E potrei chiuderla qui.
Voglio dire, stavamo tutti lì ad aspettare il ritorno, dopo il non proprio esaltante quadretto fornito da i Mercenari 2 (almeno per ciò che riguardava il nostro preferito), dubbiosi financo dal trailer, diciamolo, anche lui non esaltante. E invece, se ce ne fosse bisogno, è utile ribadire di non giudicare mai dalla copertina.
Poi, chiariamoci, stiamo parlando del genere action inteso da Schwarzenegger, che corrisponde a certi canoni, e lo sappiamo: non è un film dei Dardenne. Non ha mai voluto esserlo, e non si prende sul serio.
Ma.
Perché c’è un ma grossissimo.
Il ma è che The Last Stand non riprende il cinema di Arnold da dove lo avevamo lasciato, quei non troppo brillanti Danni Collaterali, Il Sesto Giorno, etc… che, diciamocelo, erano delle immani cazzate.
Qui si fa un bel salto indietro, fino al decennio aureo, gli anni ’80, incredibile, ma vero.
Arnold è Ray, lo Sceriffo di Sommerton, una cittadina di confine statunitense.
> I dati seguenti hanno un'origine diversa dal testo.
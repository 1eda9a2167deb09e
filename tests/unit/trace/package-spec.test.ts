import { describe, expect, it } from 'vitest';
import {
  emitterHeightMm,
  validateTraceOptions,
  validateTracePackage,
  type TracePackage
} from '../../../src/lib/trace/package-spec';
import { NO_ENCAPSULANT, domePackage, withEncapsulant } from '../../support/fixtures';

/** A copy of the dome package with one field replaced by a path like 'chip.n'. */
function withField(path: string, value: unknown): TracePackage {
  const pkg = structuredClone(domePackage()) as unknown as Record<string, Record<string, unknown>>;
  const [a, b] = path.split('.');
  if (b === undefined) (pkg as Record<string, unknown>)[a] = value;
  else pkg[a][b] = value;
  return pkg as unknown as TracePackage;
}

describe('validateTracePackage(pkg)', () => {
  it('accepts the dome, cylinder and bare packages', () => {
    expect(() => validateTracePackage(domePackage())).not.toThrow();
    expect(() =>
      validateTracePackage(withEncapsulant(domePackage(), { shape: 'cylinder', radiusMm: 2.5, heightMm: 1, n: 1.41, absorptionPerMm: 0 }))
    ).not.toThrow();
    expect(() => validateTracePackage(withEncapsulant(domePackage(), NO_ENCAPSULANT))).not.toThrow();
  });

  it.each([
    ['chip.widthMm', 0, /chip\.widthMm must be a number in \[0\.001, 1000\]/],
    ['chip.heightMm', Number.NaN, /chip\.heightMm must be a number in/],
    ['chip.n', 0.5, /chip\.n must be a number in \[1, 6\]/],
    ['chip.absorptionPerMm', -1, /chip\.absorptionPerMm must be a number in \[0, 1000\]/],
    ['chip.emitterZMm', 0.2, /chip\.emitterZMm must be a number in \[0, 0\.15\]/],
    ['chip.emission', 'point', /chip\.emission must be one of 'plane', 'volume'/],
    ['base.reflectance', 1.1, /base\.reflectance must be a number in \[0, 1\]/],
    ['outsideN', Infinity, /outsideN must be a number in \[1, 6\]/],
    ['polarization', 'none', /polarization must be one of 'average', 'track'/],
    ['encapsulant.shape', 'cube', /encapsulant\.shape must be one of 'none', 'dome', 'cylinder'/],
    ['encapsulant.n', '1.5', /encapsulant\.n must be a number in \[1, 6\] \(got "1\.5"\)/]
  ])('rejects %s = %s with a RangeError naming the field and range', (path, value, message) => {
    expect(() => validateTracePackage(withField(path, value))).toThrow(RangeError);
    expect(() => validateTracePackage(withField(path, value))).toThrow(message);
  });

  it('accepts a metal base with n < 1 (metals), and rejects a negative k', () => {
    const metal = { ...domePackage(), base: { kind: 'metal' as const, n: 0.04382, k: 3.6101 } };
    expect(() => validateTracePackage(metal)).not.toThrow();
    expect(() => validateTracePackage({ ...metal, base: { kind: 'metal', n: 0.5, k: -1 } })).toThrow(/base\.k must be/);
  });

  it('rejects a chip whose top corners poke out of the dome, naming the smallest radius', () => {
    // corners at (±0.5, ±0.5, 0.15): need R > ρ/√(1 − H²/h²), ρ = √0.5; h = 1 → R > 0.715199
    const dome = (radiusMm: number) =>
      withEncapsulant(domePackage(), { shape: 'dome', radiusMm, heightMm: 1, n: 1.41, absorptionPerMm: 0 });
    expect(() => validateTracePackage(dome(0.7))).toThrow(/encapsulant\.radiusMm: Encapsulant radius must be more than 0\.716 mm/);
    expect(() => validateTracePackage(dome(0.716))).not.toThrow();
  });

  it('rejects a cylinder lower than the chip or narrower than its half-diagonal', () => {
    const cyl = (radiusMm: number, heightMm: number) =>
      withEncapsulant(domePackage(), { shape: 'cylinder', radiusMm, heightMm, n: 1.41, absorptionPerMm: 0 });
    expect(() => validateTracePackage(cyl(2, 0.15))).toThrow(/encapsulant\.heightMm: Encapsulant height must be more than the chip height \(0\.15 mm\)/);
    expect(() => validateTracePackage(cyl(0.7, 1))).toThrow(/encapsulant\.radiusMm: Encapsulant radius must be more than the chip's half-diagonal \(0\.708 mm\)/);
    expect(() => validateTracePackage(cyl(0.71, 1))).not.toThrow();
  });

  it('ignores the encapsulant numbers when there is none', () => {
    expect(() =>
      validateTracePackage(withEncapsulant(domePackage(), { shape: 'none', radiusMm: -1, heightMm: 0, n: 0, absorptionPerMm: -1 }))
    ).not.toThrow();
  });

  it('rejects a missing part with a message naming it', () => {
    expect(() => validateTracePackage(withField('chip', null))).toThrow(/chip must be an object/);
  });
});

describe('validateTraceOptions(options)', () => {
  it.each([
    [{ rays: 0, seed: 1 }, /rays must be an integer in \[1, 20000000\]/],
    [{ rays: 1.5, seed: 1 }, /rays must be an integer/],
    [{ rays: 1e9, seed: 1 }, /rays must be an integer/],
    [{ rays: 10, seed: -1 }, /seed must be an integer in \[0, 4294967295\]/],
    [{ rays: 10, seed: 1, maxEvents: 0 }, /maxEvents must be an integer in \[1, 1000000\]/]
  ])('rejects %o', (options, message) => {
    expect(() => validateTraceOptions(options)).toThrow(message);
  });

  it('accepts the bounds', () => {
    expect(() => validateTraceOptions({ rays: 1, seed: 0 })).not.toThrow();
    expect(() => validateTraceOptions({ rays: 2e7, seed: 4294967295, maxEvents: 1e6 })).not.toThrow();
  });
});

describe('emitterHeightMm(chip)', () => {
  it('defaults to half the chip height and otherwise returns emitterZMm', () => {
    const chip = domePackage().chip;
    expect(emitterHeightMm(chip)).toBe(0.1);
    expect(emitterHeightMm({ ...chip, emitterZMm: undefined })).toBe(0.075);
  });
});

describe('validateTracePackage(pkg): bodies, layers, mirror, texture', () => {
  const cupBody = { kind: 'cup', floorRadiusMm: 1.3, topRadiusMm: 1.5, depthMm: 0.8, wallFinish: 'diffuse', wallReflectance: 0.93, fill: 'flat' } as const;
  const layered = {
    ...domePackage().chip,
    heightMm: 0.155,
    layers: [
      { name: 'GaN', thicknessMm: 0.005, n: 2.45, absorptionPerMm: 0.5 },
      { name: 'sapphire', thicknessMm: 0.15, n: 1.78, absorptionPerMm: 0 }
    ],
    emitterZMm: 0.002
  };
  it.each([
    ['a chip wider than the cup floor', { body: { ...cupBody, floorRadiusMm: 0.6 } }, /body\.floorRadiusMm must be greater than the chip's half-diagonal 0\.707107 mm/],
    ['a chip taller than the cup', { body: { ...cupBody, depthMm: 0.1 } }, /body\.depthMm must be greater than chip\.heightMm = 0\.15 mm/],
    ['a top narrower than the floor', { body: { ...cupBody, topRadiusMm: 1 } }, /body\.topRadiusMm must be a number in \[1\.3, 1000\]/],
    ['a dome wider than the rim', { body: { ...cupBody, fill: 'dome' }, encapsulant: { ...domePackage().encapsulant, radiusMm: 2 } }, /encapsulant\.radiusMm \(dome on the cup rim, at most body\.topRadiusMm\) must be a number in \[0\.001, 1\.5\]/],
    ['a wall reflectance above 1', { body: { ...cupBody, wallReflectance: 1.2 } }, /body\.wallReflectance must be a number in \[0, 1\]/],
    ['a texture fraction above 1', { chip: { ...domePackage().chip, topScatter: 1.5 } }, /chip\.topScatter must be a number in \[0, 1\]/],
    ['a layer of zero thickness', { chip: { ...layered, layers: [{ ...layered.layers[0], thicknessMm: 0 }, layered.layers[1]] } }, /chip\.layers\[0\]\.thicknessMm must be a number in/],
    ['an emitter outside its layer', { chip: { ...layered, emitterZMm: 0.1 } }, /chip\.emitterZMm \(inside the emitting layer\) must be a number in \[0, 0\.005\]/],
    ['layers not adding up to the chip height', { chip: { ...layered, heightMm: 0.2 } }, /chip\.heightMm must equal the layers' total thickness 0\.155 mm/],
    ['a diffuse metal base', { base: { kind: 'metal', n: 0.5, k: 4 }, baseFinish: 'diffuse' }, /baseFinish 'diffuse' needs base\.kind 'reflectance'/],
    ['a chip mirror reflectance below 0', { chip: { ...domePackage().chip, mirror: { kind: 'reflectance', reflectance: -0.1 } } }, /chip\.mirror\.reflectance must be a number in \[0, 1\]/]
  ])('rejects %s with a message naming the field and range', (_, change, message) => {
    expect(() => validateTracePackage({ ...domePackage(), ...change } as TracePackage)).toThrow(message);
  });

  it('accepts a layered chip in a flat-filled cup', () => {
    expect(() => validateTracePackage({ ...domePackage(), chip: layered, body: cupBody })).not.toThrow();
  });
});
Anzi, proprio sul confine col Messico, alle spalle un canyon immenso.
***
Solo che Gabriel Cortez (Eduardo Noriega), narcotrafficante fuggito dalla custodia dell’FBI, s’è messo in testa di attraversarlo, quel canyon, con l’ausilio di un ponte militare (di quelli tirati su in una notte, per intenderci), grazie alla spietata e violenta collaborazione dei suoi seguaci. Sulla sua strada, si mettono lo Sceriffo e i suoi aiutanti.
E lo fanno con una potenza di fuoco devastante.
Jee-woon Kim alla regia. Regia di classe, permettetemi. E lo si vede da pochi, semplici trucchetti nella costruzione dell’intreccio, trucchetti che però fanno capire che ogni dettaglio presentato nel film è stato previsto e ragionato, tanti piccoli fucili di Checov che trovano, dopo mezz’ora, o un’ora e mezza, giusto riutilizzo. Un esempio? All’inizio si vede una Chevrolet parcheggiata in un certo posto, stessa Chevrolet utilizzata da Arnold, alla fine. Primo fucile.
Secondo fucile: un’auto velocissima che sfreccia al buio a 320 km/h. È la Corvette con la quale Cortez ha intenzione di sfrecciare verso il Messico. 1000 cavalli di potenza assoluta. Si vede all’inizio, il suo utilizzo è giustificato.
Terzo fucile: a Sommerton esiste un museo delle armi antiche, della seconda guerra mondiale. Stesse armi che saranno usate dallo Sceriffo e dai suoi per arrestare la minaccia Cortez.
Perfetto.
Poi però, ci si rende conto che una vettura da 1000 cavalli non può viaggiare da Las Vegas al confine col Messico senza fare benzina. Perché, oggettivamente, ha bisogno di un serbatoio grande quanto un silos. E… non viene mai mostrato un rifornimento.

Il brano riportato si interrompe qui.